Objective: To investigate the effects of exosomes from adipose-derived stem cells (ADSCs) on peripheral nerve regeneration, and to find a new treatment for peripheral nerve injury.
Methods: Thirty-six adult Sprague Dawley (SD) rats (male or female, weighing 220-240 g) were randomly divided into 3 groups ( n=12). Group A was the control group; group B was sciatic nerve injury group; group C was sciatic nerve injury combined with exosomes from ADSCs treatment group. The sciatic nerve was only exposed without injury in group A, and the sciatic nerve crush injury model was prepared in groups B and C. The SD rats in groups A and B were injected with PBS solution of 200 μL via tail veins; the SD rats in group C were injected with pure PBS solution of 200 μL containing 100 μg exosomes from ADSCs, once a week and injected for 12 weeks. At 1 week after the end of the injection, the rats were killed and the sciatic nerves were taken at the part of injury. The sciatic nerve fiber bundles were observed by HE staining; the SCs apoptosis of the sciatic nerve tissue were detected by TUNEL staining; the ultrastructure and SCs autophagy of the sciatic nerve were observed by transmission electron microscope.
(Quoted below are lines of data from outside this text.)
"""The seal: every number is proved, and one altered value or digit does not pass."""

from __future__ import annotations

import re
from dataclasses import replace

import pytest
import sample

from calc import kinds
from calc.ledger import Ledger, Program
from calc.problems import IntegrityError
from calc.publish import pdf
from calc.publish.seal import printed, proved, seal, seal_document
from calc.report.document import Document, Paragraph, Section

ANCHOR = re.compile(r'<data class="n" value="([^"]*)" data-as="([^"]*)">(.*?)</data>', re.DOTALL)
SHORT = re.compile(r"<data value=([\w.]+)>(.*?)</data>", re.DOTALL)
GRAVITY = '<data class="n" value="site.gravity" data-as="m/s²|d5||">9.80665</data>'
TAGS = re.compile(r"<[^>]*>")


def other(digit: str) -> str:
    return str((int(digit) + 1) % 10)


def anchors(page: str) -> list[re.Match[str]]:
    return list(ANCHOR.finditer(page))


def test_paper_and_screen_are_sealed_with_every_number(a4, letter) -> None:  # type: ignore[no-untyped-def]  # noqa: ANN001
    for made in (a4, letter):
        count = len(anchors(made.sheet))
        assert count > 600
        assert seal(made.sheet, made.ledger) == seal(made.screen, made.ledger) == count
        assert seal_document(made.sheet, made.document, made.ledger) == len(list(printed(made.document)))


def test_each_digit_of_each_number_counts(a4) -> None:  # type: ignore[no-untyped-def]  # noqa: ANN001
    tried = 0
    for found in {match[0]: match for match in anchors(a4.sheet)}.values():
        inner = found[3]
        # a digit of the text, not of a tag
        spans = [(tag.start(), tag.end()) for tag in TAGS.finditer(inner)]
        for place, character in enumerate(inner):
            if character.isdecimal() and not any(a <= place < b for a, b in spans):
                altered = inner[:place] + other(character) + inner[place + 1 :]
                page = found[0].replace(f">{inner}</data>", f">{altered}</data>")
                assert seal(found[0], a4.ledger) == 1
                with pytest.raises(IntegrityError, match="is printed, the ledger says"):
                    seal(page, a4.ledger)
                tried += 1
    assert tried > 400


def test_each_ledger_value_counts(a4) -> None:  # type: ignore[no-untyped-def]  # noqa: ANN001
    ledger = sample.ledger()
    refs = dict.fromkeys(proved(a4.sheet, ledger))
    fragments = {ref: [m[0] for m in anchors(a4.sheet) if m[1] == ref] for ref in refs}
    for ref, pieces in fragments.items():
        spot = ledger.spot(ref)
        kept = spot.column.values
        changed = kept.copy()
        changed[spot.row] = changed[spot.row] * 1.7 + 1.0
        object.__setattr__(spot.column, "values", changed)
        for piece in pieces:
            with pytest.raises(IntegrityError, match=re.escape(ref)):
                seal(piece, ledger)
        object.__setattr__(spot.column, "values", kept)
    assert seal(a4.sheet, ledger) == len(anchors(a4.sheet))


def test_one_digit_in_the_whole_page_fails_it(a4) -> None:  # type: ignore[no-untyped-def]  # noqa: ANN001
    for page, sort in ((a4.sheet, ANCHOR), (a4.screen, SHORT)):
        every = list(sort.finditer(page))
        found = every[len(every) // 2]
        inner = found[found.lastindex]
        place = found.start(found.lastindex) + next(k for k in range(len(inner)) if inner[k].isdecimal())
        altered = page[:place] + other(page[place]) + page[place + 1 :]
        with pytest.raises(IntegrityError):
            seal(altered, a4.ledger)


def test_the_screen_names_its_numbers_by_what_it_carries(a4) -> None:  # type: ignore[no-untyped-def]  # noqa: ANN001
    found = list(SHORT.finditer(a4.screen))
    assert len(found) == len(anchors(a4.sheet))
    first = found[0]
    number, form = first[1].split(".")
    for key in (f"{number}0.{form}", f"{number}.{form}0000", "zzzzz.0", f"-1.{form}", f"{number}.zz", "", "."):
        with pytest.raises(IntegrityError):
            seal(a4.screen.replace(first[0], f"<data value={key}>{first[2]}</data>", 1), a4.ledger)


def test_each_number_that_the_screen_carries_is_proved(a4) -> None:  # type: ignore[no-untyped-def]  # noqa: ANN001
    ledger = sample.ledger()
    for column in ledger.columns:
        kept = column.values
        changed = kept.copy()
        changed[-1] = changed[-1] * (1 + 3e-8) + (changed[-1] == 0) * 1e-9
        object.__setattr__(column, "values", changed)
        with pytest.raises(IntegrityError, match="the page carries"):
            seal(a4.screen, ledger)
        object.__setattr__(column, "values", kept)
    ledger.enter("site.more", kinds.LENGTH, [""], [1.0], Program("more"))
    with pytest.raises(IntegrityError, match="the page carries"):
        seal(a4.screen, ledger)
    with pytest.raises(IntegrityError, match="cannot be read"):
        seal(re.sub(r'"columns":\[\[', '"columns":[[999999,', a4.screen, count=1), a4.ledger)


@pytest.mark.parametrize(
    ("page", "said"),
    [
        ("<p>the flow is 83.1 L/s</p>", "has no line in the ledger"),
        ("<p>the flow is ٣</p>", "has no line in the ledger"),
        ("<p>x<sup>2</sup></p>", "has no line in the ledger"),
        ('<p><data class="n" value="pipes.nowhere.flow" data-as="L/s|d1||">1.0</data></p>', "no number has the id"),
        ('<p><data class="n" value="site.gravity" data-as="m/s²">9.81</data></p>', "is printed as"),
        ("<p><b>x</p>", "closes <p>"),
        ("<p>x", "ends inside <p>"),
        (
            f'<data class="n" value="site.gravity" data-as="m/s²|d5||">{GRAVITY}</data>',
            "inside another",
        ),
        (
            f'{GRAVITY}<span class="u">\u202fft/s²</span>',
            "after a number in",
        ),
    ],
)
def test_what_does_not_prove(page: str, said: str) -> None:
    with pytest.raises(IntegrityError, match=re.escape(said)):
        seal(page, sample.ledger())


@pytest.mark.parametrize("manner", ["own", "given", "lit"])
def test_references_and_words_of_the_user_are_free(manner: str) -> None:
    assert seal(f'<p><span class="{manner}">12 <b>3</b></span></p>', sample.ledger()) == 0
    assert seal('<table class="listing"><tr><td>12 mm</td></tr></table>', sample.ledger()) == 0


def short(ledger: Ledger, *refs: str) -> Document:
    scribe = sample.Scribe(ledger)
    parts = tuple(scribe.number(ref) for ref in refs)
    return Document("Works", "", "", "", "", "A4", "", (Section("a", "1", "Words", (), (Paragraph(parts),)),))


def test_a_number_left_out_moved_or_added_fails() -> None:
    ledger = sample.ledger()
    refs = ("site.gravity", "pipes.sedge-link.flow@base")
    document = short(ledger, *refs)
    page = pdf.sheet_html(document, ledger, {})
    assert seal_document(page, document, ledger) == 2
    for changed in (refs[:1], refs[::-1], (*refs, refs[0])):
        other_document = replace(short(ledger, *changed))
        with pytest.raises(IntegrityError, match="the page prints 2 numbers"):
            seal_document(page, other_document, ledger)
Results: Gross observation showed that there was no obvious abnormality in the injured limbs of group A, but there were the injured limbs paralysis and muscle atrophy in groups B and C, and the degree of paralysis and muscle atrophy in group C were lighter than those in group B. HE staining showed that the perineurium of group A was regular; the perineurium of group B was irregular, and there were a lot of cell-free structures and tissue fragments in group B; the perineurium of group C was more complete, and significantly well than that of group B. TUNEL staining showed that the SCs apoptosis was significantly increased in groups B and C than in group A, in group B than in group C ( P<0.01). Transmission electron microscope observation showed that the SCs autophagosomes in groups B and C were significantly increased than those in group A, but the autophagosomes in group C were significantly lower than those in group B.
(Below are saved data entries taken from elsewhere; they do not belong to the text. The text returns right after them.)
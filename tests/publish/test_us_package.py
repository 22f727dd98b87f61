"""A package in US units, read back from the text of its sheets: worked lines and conversions repeated from there.

The arithmetic is the tests' own, and so are the units: the foot of 0.3048 m, the US gallon of 231 cubic inches.
"""

from __future__ import annotations

import json
import math
import re
import subprocess
import sys
from collections.abc import Iterator
from pathlib import Path

import pypdfium2  # type: ignore[import-untyped]
import pytest
from accounts import accounted, written

from calc import pipeline
from calc.account import results
from calc.publish.columns import MEASURE, TURNED, widths
from calc.report.document import Table

pytestmark = pytest.mark.pdf

WORKS = """
friction: hazen-williams
fluid: {temperature: 50 degF}
site: {altitude: 480 ft}
reservoirs: {knoll: {level: 704.50 ft}, brink: {level: 655.20 ft}, dell: {level: 601.75 ft}}
junctions: {forks: {elevation: 540.0 ft, withdrawal: 310 gpm}}
pipes:
  knoll-main: {from: knoll, to: forks, length: 6060 ft, bore: 15.13 in, hazen_williams_c: 125}
  brink-main: {from: brink, to: forks, length: 3820 ft, bore: 10.02 in, roughness: 0.002 ft, law: colebrook-white,
               fittings: [{kind: bend-90, count: 2}], ends: {from: square}}
  dell-main: {from: forks, to: dell, length: 1.5 mi, bore: 13.12 in, roughness: 0.0005 ft, law: swamee-jain}
criteria:
  velocity-max: {limit: 6.5 ft/s}
  pressure-min: {limit: 20 psi}
  gradient-max: {limit: 12 ft/1000 ft}
"""
CASES = """
cases:
  low: {title: Low levels, with: {reservoirs.knoll.level: 690 ft, reservoirs.brink.level: 648 ft}}
  peak: {title: Peak withdrawal, times: {junctions.forks.withdrawal: 3}}
"""
DISPLAY = "display: {units: US, paper: Letter}\n"
GPM, FOOT = 60 / (231 * 0.0254**3), 0.3048
NUMBER = r"(−?\d+(?:\.\d+)?(?:×10\^−?\d+)?)"


@pytest.fixture(scope="module")
def package(tmp_path_factory: pytest.TempPathFactory) -> Path:
    """Return the package as the command issues it."""
    folder = written(tmp_path_factory.mktemp("us") / "forks-mains", WORKS, project=DISPLAY)
    command = [sys.executable, "-W", "error", "-m", "calc", "issue", str(folder)]
    done = subprocess.run(command, capture_output=True, text=True, check=False)
    assert done.returncode in (0, 1), done.stderr
    return next((folder / "issued").iterdir())


@pytest.fixture(scope="module")
def sheets(package: Path) -> list[str]:
    opened = pypdfium2.PdfDocument((package / "package.pdf").read_bytes())
    assert {tuple(map(round, page.get_size())) for page in opened} <= {(612, 792), (792, 612)}  # 8.5 by 11 inches
    texts = [re.sub(r"[^\S\n]", "", page.get_textpage().get_text_range()) for page in opened]
    opened.close()
    return texts


@pytest.mark.parametrize("paper", ["A4", "Letter"])
@pytest.mark.parametrize(("units", "beside"), [("US", "SI"), ("SI", "US")])
def test_parallel_columns_find_room(tmp_path: Path, paper: str, units: str, beside: str) -> None:
    display = f"display: {{units: {units}, beside: {beside}, paper: {paper}}}\n"
    account = accounted(tmp_path / "forks-mains", WORKS + CASES, project=display)
    document = pipeline.document(account, "checking")
    wide = 0
    for section in document.sections:
        room = MEASURE[paper] if section.key == "decision" else TURNED[paper]
        for block in section.blocks:
            if isinstance(block, Table):
                assert widths(block, document, close=section.key == "decision").total <= room, block.key
                wide += widths(block, document).turned(paper)
    assert wide  # some tables with parallel columns need a sheet turned on its side


def read(text: str) -> tuple[float, float]:
    """Return a printed number and the worth of its last figure."""
    mantissa, _, power = text.replace("−", "-").partition("×10^")
    scale = 10.0 ** int(power or 0)
    return float(mantissa) * scale, 10.0 ** -len(mantissa.partition(".")[2]) * scale


def found(sheets: list[str], pattern: str) -> Iterator[list[tuple[float, float]]]:
    """Yield the numbers of each place where the sheets print a pattern, ``#`` standing for a number."""
    for text in sheets:
        for match in re.finditer(re.escape(pattern).replace(re.escape("#"), NUMBER), text.replace("\n", "")):
            yield [read(one) for one in match.groups()]


def hold(sheets: list[str], pattern: str, result: str, law: object) -> int:
    """Check that each printed fraction gives one of the results printed on its sheet; return how many there are."""
    count = 0
    for text in sheets:
        joined = text.replace("10^\n", "10^")
        gives = [read(one) for one in re.findall(re.escape(result).replace(re.escape("#"), NUMBER), joined)]
        for operands in found([text], pattern):
            again = law(*(value for value, _ in operands))  # type: ignore[operator]
            assert any(abs(again - value) <= 1.001 * last for value, last in gives), (pattern, operands, gives)
            count += 1
    return count


def test_fractions_are_repeated_from_the_sheets(sheets: list[str]) -> None:
    velocity = "(4×#ft³/s)/(π×(#ft)^2)"
    assert hold(sheets, velocity, "V===#ft/s", lambda q, d: 4 * q / (math.pi * d**2)) >= 1
    reynolds = "(|#ft/s|×#ft)/(#ft²/s)"
    assert hold(sheets, reynolds, "Re===#", lambda v, d, nu: abs(v) * d / nu) >= 1
    head = "(#ft/s)^2/(2×#ft/s²)"
    assert hold(sheets, head, "h_v===#ft", lambda v, g: v**2 / (2 * g)) >= 1


def test_sums_and_products_are_repeated_from_the_sheets(sheets: list[str]) -> None:
    lines = {
        "h=h_f+h_m=#ft+#ft=#ft": lambda a, b: a + b,
        "h_p=H−z=#ft−#ft=#ft": lambda a, b: a - b,
        "p=ρgh_p=#slug/ft³×#ft/s²×#ft=#lbf/ft²": lambda a, b, c: a * b * c,
        "M=x−x_lim=#lbf/ft²−#lbf/ft²=#lbf/ft²": lambda a, b: a - b,
    }
    for pattern, law in lines.items():
        held = list(found(sheets, pattern))
        assert held, pattern
        for *operands, (value, last) in held:
            assert abs(law(*(one for one, _ in operands)) - value) <= 1.001 * last, pattern


def test_conversions_are_repeated_from_the_sheets(sheets: list[str]) -> None:
    for unit, result in (("ft³/s", "gpm"), ("lbf/ft²", "psi"), ("kg/m³", "slug/ft³")):
        assert hold(sheets, f"#{unit}/(#{unit})", "N_U===#", lambda amount, worth: amount / worth), unit
        assert list(found(sheets, f"N_U===#{result}")), result
    assert hold(sheets, "#ft/(3.28084ft)", "N_U===#", lambda length: length / 3.28084) >= 2
    assert hold(sheets, "#m/(0.3048m)", "N_U===#", lambda length: length / 0.3048) >= 1


def test_an_empirical_line_stands_in_si_between_its_conversions(sheets: list[str]) -> None:
    text = "".join(sheets).replace("\n", "")
    said = ["Lengthinm", "Boreinm", "Frictionloss,Hazen–Williams", "Frictionlossinft", "Darcyfthatgives"]
    places = [text.index(f"knoll-main:{word}") for word in said]
    assert places == sorted(places)
    law = "10.67×#m×#m³/s/(1m³/s)×|#m³/s/(1m³/s)|^(1.852−1)/(#^1.852×(#m/(1m))^4.8704)=#m"
    ((length, flow, again, coefficient, bore, (loss, last)),) = found(["".join(sheets)], law)
    assert flow == again
    by_hand = 10.67 * length[0] * flow[0] ** 1.852 / (coefficient[0] ** 1.852 * bore[0] ** 4.8704)
    assert abs(by_hand - loss) <= 1.001 * last


def test_results_agree_with_the_same_works_in_si(package: Path, tmp_path: Path) -> None:
    told = json.loads((package / "results.json").read_text(encoding="utf-8"))
    again = json.loads(
        json.dumps(results(accounted(tmp_path / "forks-mains", WORKS, project="display: {units: SI}\n")))
    )
    assert told["cases"] == again["cases"]
    assert told["verdicts"] == again["verdicts"]
    assert told["digest"] != again["digest"]


def test_the_first_sheet_tells_what_results_hold(package: Path, sheets: list[str]) -> None:
    told = json.loads((package / "results.json").read_text(encoding="utf-8"))["cases"]["base"]
    first = sheets[0].replace("\n", "")
    for pipe, branch in told["branches"].items():
        end = branch["to"] if branch["flow"] > 0 else branch["from"]
        assert f"{pipe}to{end}{abs(branch['flow']) * GPM:.0f}" in first
    assert f"Headatforks,ft{told['nodes']['forks']['head'] / FOOT:.2f}" in first
    assert "FLOW,GPM" in first.upper()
Conclusion: The exosomes from ADSCs can promote the peripheral nerve regeneration. The mechanism may be related to reducing SCs apoptosis, inhibiting SCs autophagy, and reducing nerve Wallerian degeneration.
目的: 探讨脂肪干细胞(adipose-derived stem cells,ADSCs)来源外泌体对周围神经损伤后再生的影响,为周围神经损伤寻找新的治疗方法。.
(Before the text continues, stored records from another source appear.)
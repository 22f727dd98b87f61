"""The page in a real browser: a number is traced to its files by mouse and by keyboard, asking for nothing."""

from __future__ import annotations

import re
from collections.abc import Callable, Iterator
from pathlib import Path
from typing import Any

import numpy as np
import pytest
import sample
from browser import Watched, chromium, opened
from playwright.sync_api import Browser

from calc import kinds
from calc.ledger import Combined, Given, Ledger
from calc.ledger.column import View
from calc.marks import Mark
from calc.publish import screen

pytestmark = pytest.mark.browser
PIPE = sample.PIPES[0]
LOSS = f"pipes.{PIPE}.friction_loss@base"
BORE = f"pipes.{PIPE}.bore@base"
BOOK = "readBook(JSON.parse(document.getElementById('book').textContent))"
WIDTHS = (320, 360, 480, 768, 1024, 1280, 1600)
Open = Callable[..., Watched]


@pytest.fixture(scope="module")
def browser() -> Iterator[Browser]:
    with chromium() as made:
        yield made


@pytest.fixture(scope="module")
def place(a4: Any, tmp_path_factory: pytest.TempPathFactory) -> Path:  # noqa: ANN401
    path = tmp_path_factory.mktemp("screen") / "package.html"
    path.write_text(a4.screen, encoding="utf-8")
    return path


@pytest.fixture
def show(browser: Browser, place: Path) -> Iterator[Open]:
    """Open the page; whatever it does in a test, it complains of nothing and asks for nothing."""
    held: list[Watched] = []

    def made(ref: str = "", **how: Any) -> Watched:  # noqa: ANN401
        held.append(opened(browser, place, ref, **how))
        return held[-1]

    yield made
    for watched in held:
        assert watched.complaints == []
        watched.page.context.close()


def key(at: Watched, ref: str) -> str:
    return f"main data[value^='{at.do(f'id => {BOOK}.find(id).toString(36)', ref)}.']"


def line_of(at: Watched, ref: str) -> str:
    return str(at.do(f"id => {{ const b = {BOOK}; return b.line(b.find(id)); }}", ref))


# --- how it stands


@pytest.mark.parametrize("width", WIDTHS)
def test_nothing_is_wider_than_the_window(show: Open, width: int) -> None:
    at = show("", width=width)
    for ref in ("", LOSS, "section-3"):
        at.go(ref) if ref else None
        assert at.do("document.documentElement.scrollWidth <= document.documentElement.clientWidth")


def test_our_faces_are_used(show: Open) -> None:
    loaded = show(LOSS).do(
        "[...document.fonts].filter(f => f.status === 'loaded').map(f => f.family.replaceAll('\"', ''))"
    )
    assert {"Ledger Text", "Ledger Small", "Ledger Display", "Ledger Mono"} <= set(loaded)


@pytest.mark.parametrize(("width", "scheme"), [(1600, "light"), (1600, "dark"), (900, "light"), (320, "light")])
def test_an_audit_of_access_finds_nothing(show: Open, width: int, scheme: str) -> None:
    at = show("", width=width, color_scheme=scheme)
    assert at.audit() == []
    at.go(LOSS)
    at.page.get_by_text("unfold to the inputs").click()
    at.page.click("[data-do=where]")
    assert at.audit() == []
    if scheme == "dark" or width == 900:
        return
    at.go("at-network.yaml:5")
    at.page.fill("#q", "loss")
    at.page.wait_for_selector("#hits:not([hidden])")
    assert at.audit() == []
    at.press("Escape")
    at.page.click("#list")
    assert at.audit() == []


def test_a_leaf_at_a_time_and_all_where_no_script_runs_or_on_paper(show: Open) -> None:
    seen = "[...document.querySelectorAll('main > section')].filter(s => s.getClientRects().length).map(s => s.id)"
    at = show()
    every = at.do("[...document.querySelectorAll('main > section')].map(s => s.id)")
    assert len(every) > 3
    assert at.do(seen) == every[:1]
    at.press("]")
    at.page.wait_for_function(f"() => {seen}[0] === '{every[1]}'")
    at.page.emulate_media(media="print")
    assert at.do(seen) == every
    assert at.do(
        "[...document.querySelectorAll('main > section *')].every(e => getComputedStyle(e).display !== 'none')"
    )
    quiet = show("", java_script_enabled=False)
    assert quiet.page.locator("main > section:visible").count() == len(every)
    assert not quiet.page.locator(".top").is_visible()


# --- by mouse


def test_a_click_walks_down_to_the_file(show: Open) -> None:
    at = show()
    at.go(f"line-{line_of(at, LOSS)}")
    at.page.click(key(at, LOSS))
    at.accounted(LOSS)
    account = at.page.locator("#account")
    said = account.inner_text()
    assert "Head lost to friction" in said
    assert "Darcy–Weisbach" in said
    assert "J. Weisbach, Lehrbuch" in said
    # 0.3844 m and 1850 m are the bore and the length written in the input file
    put = at.do("[...document.querySelectorAll('#account .sum .put')].map(e => e.textContent)")
    assert "1850\u202fm" in put
    assert "0.3844\u202fm" in put
    stood = at.do(f'document.querySelector("{key(at, LOSS)}").getBoundingClientRect().top')
    account.get_by_text("unfold to the inputs").click()
    assert "384.4 mm × 0.001 = 0.3844\u202fm" in account.inner_text()
    assert "network.yaml, line 5, column 41" in account.inner_text()
    assert "written 384.4 mm" in account.inner_text()
    # the listing stands in the account, its line marked, under the lines that it belongs to
    listed = at.do(
        "[...document.querySelectorAll('#account .yl')]"
        ".map(e => [...e.children].map(l => [l.className, l.textContent]))"
    )
    lines = sample.NETWORK.splitlines()
    assert all(
        [text.strip().partition(" ")[2].strip() in lines[int(text.split()[0]) - 1] for _, text in one] for one in listed
    )
    assert any(one[-1] == ["on", f"5 {lines[4]}\n"] for one in listed)
    # the ledger beside has not moved
    assert at.do(f'document.querySelector("{key(at, LOSS)}").getBoundingClientRect().top') == stood
    account.locator("a.linked", has_text="network.yaml, line 5").first.click()
    at.page.wait_for_function("() => document.activeElement.id === 'at-network.yaml:5'")


def test_a_number_met_twice_is_shown_once(show: Open) -> None:
    at = show(LOSS)
    at.page.get_by_text("unfold to the inputs").click()
    again = at.page.get_by_text("shown above")
    assert again.count()
    ids = at.do("[...document.querySelectorAll('#account .tree button.nd ~ a.ref')].map(a => a.hash)")
    assert len(ids) == len(set(ids))
    again.first.click()
    assert at.do("document.activeElement.matches('#account .nd, #account .yl')")


def test_back_and_forward_are_the_browsers(show: Open) -> None:
    at = show()
    for ref in (LOSS, BORE):
        at.go(ref)
        at.accounted(ref)
    at.page.click("#back")
    at.accounted(LOSS)
    at.page.click("#forward")
    at.accounted(BORE)
    at.page.go_back()
    at.accounted(LOSS)


def test_the_address_opens_a_number(show: Open) -> None:
    at = show(LOSS)
    at.accounted(LOSS)
    assert at.page.locator("data[aria-current]").is_visible()
    assert at.do("document.querySelector('data[aria-current]').closest('tr, li').id") == f"line-{line_of(at, LOSS)}"


def test_below_its_width_the_account_is_a_leaf_of_its_own(show: Open) -> None:
    at = show(LOSS, width=900)
    assert at.page.locator("#account").is_visible()
    assert not at.page.locator("main").is_visible()
    at.page.click("#return")
    assert at.page.locator("main").is_visible()
    assert not at.page.locator("#account").is_visible()
    assert at.do("document.activeElement.matches('data[aria-current]')")
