"""Column widths: what is asked, unless a number or a word would not fit."""

from __future__ import annotations

import pytest
import sample

from calc.publish.columns import GUTTER, LONG, LONGEST, MEASURE, PADDING, TICK, TURNED, widths
from calc.publish.faces import small_capitals, width
from calc.report.document import Number, Quoted, Row, Table, TableColumn
from calc.report.numbers import Format

DOCUMENT = sample.document()


def table(*columns: TableColumn, cells: tuple[object, ...], rows: int = 1) -> Table:
    line = tuple((cell,) for cell in cells)
    return Table("t", columns, tuple(Row(f"1.{k}", line) for k in range(1, rows + 1)))  # type: ignore[arg-type]


def number(text: str) -> Number:
    return Number("a.b.c", Format("m", decimals=2), text, with_unit=True)


@pytest.mark.parametrize("paper", sorted(MEASURE))
def test_columns_fill_the_sheet(paper: str) -> None:
    columns = (TableColumn(("what",)), TableColumn(("value",), width=30))
    found = widths(table(*columns, cells=("word", number("1.00"))), DOCUMENT)
    got = found.on(MEASURE[paper])
    assert sum(got) == pytest.approx(MEASURE[paper] - GUTTER - TICK)
    assert got[1] == pytest.approx(30)
    assert not found.turned(paper)


def test_a_long_number_widens_its_column() -> None:
    text = "−123 456 789.123456"
    columns = (TableColumn(("what",)), TableColumn(("value",), width=10))
    got = widths(table(*columns, cells=("word", number(text))), DOCUMENT).on(176.0)
    # text of 9.5 pt, one point being 25.4/72 mm
    assert got[1] >= width(text + " m") * 9.5 * 25.4 / 72 + PADDING - 0.5


def test_a_word_of_usual_length_is_not_broken_and_a_longer_one_may_be() -> None:
    columns = (TableColumn(("what",)), TableColumn(("grade",), width=5))
    usual = widths(table(*columns, cells=("word", Quoted("manufacturer"))), DOCUMENT).on(176.0)[1]
    longer = widths(table(*columns, cells=("word", Quoted("m" * 200))), DOCUMENT).needed[1]
    assert usual >= width("manufacturer") * 9.5 * 25.4 / 72 + PADDING - 0.01
    assert longer == pytest.approx(LONGEST + PADDING)


def test_room_goes_to_what_would_be_broken_before_it_goes_to_what_is_asked() -> None:
    columns = (TableColumn(("what",)), TableColumn(("note",), width=20), TableColumn(("value",), width=90))
    note = "a note of several words that fills one line"
    got = widths(table(*columns, cells=("word", Quoted(note), number("1.00"))), DOCUMENT).on(176.0)
    assert got[1] >= width(note) * 9.5 * 25.4 / 72
    assert got[2] < 90


def test_a_quantity_as_written_is_not_broken() -> None:
    columns = (TableColumn(("what",)), TableColumn(("as written",), width=5))
    needed = widths(table(*columns, cells=("word", Quoted("9.80665 m/s²"))), DOCUMENT).needed[1]
    assert needed >= width("9.80665 m/s²") * 9.5 * 25.4 / 72 + PADDING - 0.01


def test_a_long_table_is_set_dense_rather_than_with_broken_cells() -> None:
    columns = tuple(TableColumn(("words",)) for _ in range(6))
    cells = (Quoted("some words that take a line"),) * 6
    assert not widths(table(*columns, cells=cells), DOCUMENT).dense
    assert widths(table(*columns, cells=cells, rows=LONG + 1), DOCUMENT).dense
    assert widths(table(*columns, cells=cells), DOCUMENT, close=True).dense


def test_heads_in_small_capitals_are_measured_as_such() -> None:
    assert width("imbalance") < small_capitals("imbalance") < width("IMBALANCE")


def test_a_table_becomes_dense_before_its_sheet_is_turned() -> None:
    def of(count: int) -> object:
        columns = tuple(TableColumn(("value",), width=5) for _ in range(count))
        return widths(table(*columns, cells=(number("1234.567"),) * count), DOCUMENT)

    seen = [(found.dense, found.turned("A4")) for count in range(2, 15) if (found := of(count))]  # type: ignore[attr-defined]
    assert seen == sorted(seen, key=lambda pair: (pair[1], pair[0]))
    assert set(seen) == {(False, False), (True, False), (False, True)}


def test_what_fits_no_sheet_gives_way_alike() -> None:
    columns = tuple(TableColumn(("value",), width=40) for _ in range(40))
    got = widths(table(*columns, cells=(number("1234.567"),) * 40), DOCUMENT).on(TURNED["A4"])
    assert sum(got) == pytest.approx(TURNED["A4"] - GUTTER - TICK)
    assert max(got) == pytest.approx(min(got))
方法: 将 36 只成年 SD 大鼠(雌雄不限,体质量 220~240 g)随机分成 3 组,每组 12 只。A 组为正常对照组,B 组为坐骨神经挤压损伤组,C 组为 ADSCs 来源外泌体治疗坐骨神经挤压损伤组。A 组仅暴露坐骨神经后直接缝合切口,B、C 组制备坐骨神经挤压损伤模型;术后次日开始,A、B 组于大鼠尾静脉注射 PBS 液 200 μL,C 组注射含 100 μg ADSCs 来源外泌体的 PBS 液 200 μL,每周注射 1 次,连续 12 周。注射结束 1 周后处死大鼠,取损伤处坐骨神经,分别行大体观察、HE 染色观察神经束情况、TUNEL 检测坐骨神经雪旺细胞(Schwann cells,SCs)凋亡情况,透射电镜观察坐骨神经超微结构和 SCs 自噬情况。.
结果: 大体观察示 A 组患肢无明显异常,B、C 组患肢瘫痪、肌肉萎缩,但 C 组瘫痪及肌肉萎缩程度轻于 B 组。HE 染色示,A 组神经束膜形态规则;B 组神经束形态破坏、束膜不规则,有较多无细胞结构和组织碎片;C 组神经束膜较完整,明显优于 B 组。TUNEL 检测示,B、C 组 SCs 凋亡细胞数显著多于 A 组,B 组显著多于 C 组,差异均有统计学意义( P<0.01)。透射电镜观察示,B、C 组 SCs 自噬体较 A 组明显增加,但 C 组少于 B 组。.
结论: ADSCs 来源外泌体对周围神经损伤后再生有一定促进作用,其机制可能与减少 SCs 凋亡、抑制其自噬、减轻神经瓦勒变性有关。.
Keywords: Exosome; adipose-derived stem cells; nerve regeneration; peripheral nerve injury; rat.